→ Aim of the task
Given the entries below, please return each one exactly.

[[ Records supplied open ]]

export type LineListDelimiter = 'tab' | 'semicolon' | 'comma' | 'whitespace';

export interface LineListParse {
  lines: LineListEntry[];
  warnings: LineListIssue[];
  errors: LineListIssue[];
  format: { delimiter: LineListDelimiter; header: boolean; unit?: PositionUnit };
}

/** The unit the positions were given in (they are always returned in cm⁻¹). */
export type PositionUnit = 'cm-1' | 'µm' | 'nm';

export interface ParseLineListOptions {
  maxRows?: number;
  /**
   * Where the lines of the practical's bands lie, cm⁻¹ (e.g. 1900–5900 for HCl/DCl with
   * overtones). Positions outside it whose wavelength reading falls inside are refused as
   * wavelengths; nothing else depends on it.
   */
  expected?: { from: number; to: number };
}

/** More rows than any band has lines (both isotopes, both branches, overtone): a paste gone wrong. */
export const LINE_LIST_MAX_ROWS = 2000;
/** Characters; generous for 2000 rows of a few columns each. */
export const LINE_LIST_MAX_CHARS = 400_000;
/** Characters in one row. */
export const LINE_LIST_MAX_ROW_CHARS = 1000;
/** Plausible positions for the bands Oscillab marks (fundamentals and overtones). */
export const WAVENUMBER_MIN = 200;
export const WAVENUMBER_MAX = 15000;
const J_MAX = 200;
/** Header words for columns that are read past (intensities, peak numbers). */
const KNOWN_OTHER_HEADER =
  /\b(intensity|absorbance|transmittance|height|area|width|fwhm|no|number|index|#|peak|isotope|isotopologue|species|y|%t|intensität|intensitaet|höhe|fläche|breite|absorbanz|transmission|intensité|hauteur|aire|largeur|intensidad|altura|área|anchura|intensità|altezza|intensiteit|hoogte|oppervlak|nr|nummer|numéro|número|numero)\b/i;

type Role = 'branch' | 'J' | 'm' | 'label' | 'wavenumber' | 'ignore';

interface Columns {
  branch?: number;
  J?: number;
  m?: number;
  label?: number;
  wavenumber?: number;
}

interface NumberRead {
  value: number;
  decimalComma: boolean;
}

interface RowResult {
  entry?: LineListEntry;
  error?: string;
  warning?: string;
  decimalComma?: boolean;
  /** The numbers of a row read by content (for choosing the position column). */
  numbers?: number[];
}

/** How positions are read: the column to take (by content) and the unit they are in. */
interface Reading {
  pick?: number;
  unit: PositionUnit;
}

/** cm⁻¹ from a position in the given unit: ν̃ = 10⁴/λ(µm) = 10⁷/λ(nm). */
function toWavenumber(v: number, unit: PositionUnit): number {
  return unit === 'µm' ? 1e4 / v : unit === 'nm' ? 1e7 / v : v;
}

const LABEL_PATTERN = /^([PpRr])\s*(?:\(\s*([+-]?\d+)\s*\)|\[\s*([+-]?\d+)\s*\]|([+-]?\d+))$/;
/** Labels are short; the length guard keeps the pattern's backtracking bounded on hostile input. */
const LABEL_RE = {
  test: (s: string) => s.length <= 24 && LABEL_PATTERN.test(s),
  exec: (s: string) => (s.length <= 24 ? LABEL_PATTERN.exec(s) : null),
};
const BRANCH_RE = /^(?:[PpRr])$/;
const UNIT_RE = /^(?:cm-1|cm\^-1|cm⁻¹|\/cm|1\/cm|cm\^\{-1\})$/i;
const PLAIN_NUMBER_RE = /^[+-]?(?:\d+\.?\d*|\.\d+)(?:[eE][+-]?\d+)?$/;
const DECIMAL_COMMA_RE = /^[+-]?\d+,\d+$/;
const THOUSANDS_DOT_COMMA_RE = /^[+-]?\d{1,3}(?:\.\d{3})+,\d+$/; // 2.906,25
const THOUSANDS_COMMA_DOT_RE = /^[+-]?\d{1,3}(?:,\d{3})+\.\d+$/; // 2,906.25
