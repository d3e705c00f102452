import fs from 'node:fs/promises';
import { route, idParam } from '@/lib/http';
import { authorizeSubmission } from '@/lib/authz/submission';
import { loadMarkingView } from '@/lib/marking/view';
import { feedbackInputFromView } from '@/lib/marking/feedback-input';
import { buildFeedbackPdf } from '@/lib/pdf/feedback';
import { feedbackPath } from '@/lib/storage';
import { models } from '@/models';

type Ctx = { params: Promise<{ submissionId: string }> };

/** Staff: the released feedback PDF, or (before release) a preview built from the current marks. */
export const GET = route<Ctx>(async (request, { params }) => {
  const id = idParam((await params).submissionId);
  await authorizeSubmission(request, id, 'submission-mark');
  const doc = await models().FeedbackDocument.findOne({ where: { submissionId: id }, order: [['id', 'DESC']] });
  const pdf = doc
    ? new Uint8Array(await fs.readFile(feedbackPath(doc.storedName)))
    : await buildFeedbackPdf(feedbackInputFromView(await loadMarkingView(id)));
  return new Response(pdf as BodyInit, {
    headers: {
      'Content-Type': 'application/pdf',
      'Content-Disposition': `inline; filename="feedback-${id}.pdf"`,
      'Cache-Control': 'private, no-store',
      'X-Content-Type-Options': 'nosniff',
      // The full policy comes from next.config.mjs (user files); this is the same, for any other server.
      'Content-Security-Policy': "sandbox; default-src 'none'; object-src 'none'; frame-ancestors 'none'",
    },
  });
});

[[ Records supplied closed ]]

→ Solution
export type LineListDelimiter = 'tab' | 'semicolon' | 'comma' | 'whitespace';

export interface LineListParse {
  lines: LineListEntry[];
  warnings: LineListIssue[];
  errors: LineListIssue[];
  format: { delimiter: LineListDelimiter; header: boolean; unit?: PositionUnit };
}

/** The unit the positions were given in (they are always returned in cm⁻¹). */
export type PositionUnit = 'cm-1' | 'µm' | 'nm';

export interface ParseLineListOptions {
  maxRows?: number;
  /**
   * Where the lines of the practical's bands lie, cm⁻¹ (e.g. 1900–5900 for HCl/DCl with
   * overtones). Positions outside it whose wavelength reading falls inside are refused as
   * wavelengths; nothing else depends on it.
   */
  expected?: { from: number; to: number };
}

/** More rows than any band has lines (both isotopes, both branches, overtone): a paste gone wrong. */
export const LINE_LIST_MAX_ROWS = 2000;
/** Characters; generous for 2000 rows of a few columns each. */
export const LINE_LIST_MAX_CHARS = 400_000;
/** Characters in one row. */
export const LINE_LIST_MAX_ROW_CHARS = 1000;
/** Plausible positions for the bands Oscillab marks (fundamentals and overtones). */
export const WAVENUMBER_MIN = 200;
export const WAVENUMBER_MAX = 15000;
const J_MAX = 200;
/** Header words for columns that are read past (intensities, peak numbers). */
const KNOWN_OTHER_HEADER =
  /\b(intensity|absorbance|transmittance|height|area|width|fwhm|no|number|index|#|peak|isotope|isotopologue|species|y|%t|intensität|intensitaet|höhe|fläche|breite|absorbanz|transmission|intensité|hauteur|aire|largeur|intensidad|altura|área|anchura|intensità|altezza|intensiteit|hoogte|oppervlak|nr|nummer|numéro|número|numero)\b/i;

type Role = 'branch' | 'J' | 'm' | 'label' | 'wavenumber' | 'ignore';

interface Columns {
  branch?: number;
  J?: number;
  m?: number;
  label?: number;
  wavenumber?: number;
}

interface NumberRead {
  value: number;
  decimalComma: boolean;
}

interface RowResult {
  entry?: LineListEntry;
  error?: string;
  warning?: string;
  decimalComma?: boolean;
  /** The numbers of a row read by content (for choosing the position column). */
  numbers?: number[];
}

/** How positions are read: the column to take (by content) and the unit they are in. */
interface Reading {
  pick?: number;
  unit: PositionUnit;
}

/** cm⁻¹ from a position in the given unit: ν̃ = 10⁴/λ(µm) = 10⁷/λ(nm). */
function toWavenumber(v: number, unit: PositionUnit): number {
  return unit === 'µm' ? 1e4 / v : unit === 'nm' ? 1e7 / v : v;
}

const LABEL_PATTERN = /^([PpRr])\s*(?:\(\s*([+-]?\d+)\s*\)|\[\s*([+-]?\d+)\s*\]|([+-]?\d+))$/;
/** Labels are short; the length guard keeps the pattern's backtracking bounded on hostile input. */
const LABEL_RE = {
  test: (s: string) => s.length <= 24 && LABEL_PATTERN.test(s),
  exec: (s: string) => (s.length <= 24 ? LABEL_PATTERN.exec(s) : null),
};
const BRANCH_RE = /^(?:[PpRr])$/;
const UNIT_RE = /^(?:cm-1|cm\^-1|cm⁻¹|\/cm|1\/cm|cm\^\{-1\})$/i;
const PLAIN_NUMBER_RE = /^[+-]?(?:\d+\.?\d*|\.\d+)(?:[eE][+-]?\d+)?$/;
const DECIMAL_COMMA_RE = /^[+-]?\d+,\d+$/;
const THOUSANDS_DOT_COMMA_RE = /^[+-]?\d{1,3}(?:\.\d{3})+,\d+$/; // 2.906,25
const THOUSANDS_COMMA_DOT_RE = /^[+-]?\d{1,3}(?:,\d{3})+\.\d+$/; // 2,906.25
repository d3e705c00f102452
import fs from 'node:fs/promises';
import { route, idParam } from '@/lib/http';
import { authorizeSubmission } from '@/lib/authz/submission';
import { loadMarkingView } from '@/lib/marking/view';
import { feedbackInputFromView } from '@/lib/marking/feedback-input';
import { buildFeedbackPdf } from '@/lib/pdf/feedback';
import { feedbackPath } from '@/lib/storage';
import { models } from '@/models';

type Ctx = { params: Promise<{ submissionId: string }> };

/** Staff: the released feedback PDF, or (before release) a preview built from the current marks. */
export const GET = route<Ctx>(async (request, { params }) => {
  const id = idParam((await params).submissionId);
  await authorizeSubmission(request, id, 'submission-mark');
  const doc = await models().FeedbackDocument.findOne({ where: { submissionId: id }, order: [['id', 'DESC']] });
  const pdf = doc
    ? new Uint8Array(await fs.readFile(feedbackPath(doc.storedName)))
    : await buildFeedbackPdf(feedbackInputFromView(await loadMarkingView(id)));
  return new Response(pdf as BodyInit, {
    headers: {
      'Content-Type': 'application/pdf',
      'Content-Disposition': `inline; filename="feedback-${id}.pdf"`,
      'Cache-Control': 'private, no-store',
      'X-Content-Type-Options': 'nosniff',
      // The full policy comes from next.config.mjs (user files); this is the same, for any other server.
      'Content-Security-Policy': "sandbox; default-src 'none'; object-src 'none'; frame-ancestors 'none'",
    },
  });
});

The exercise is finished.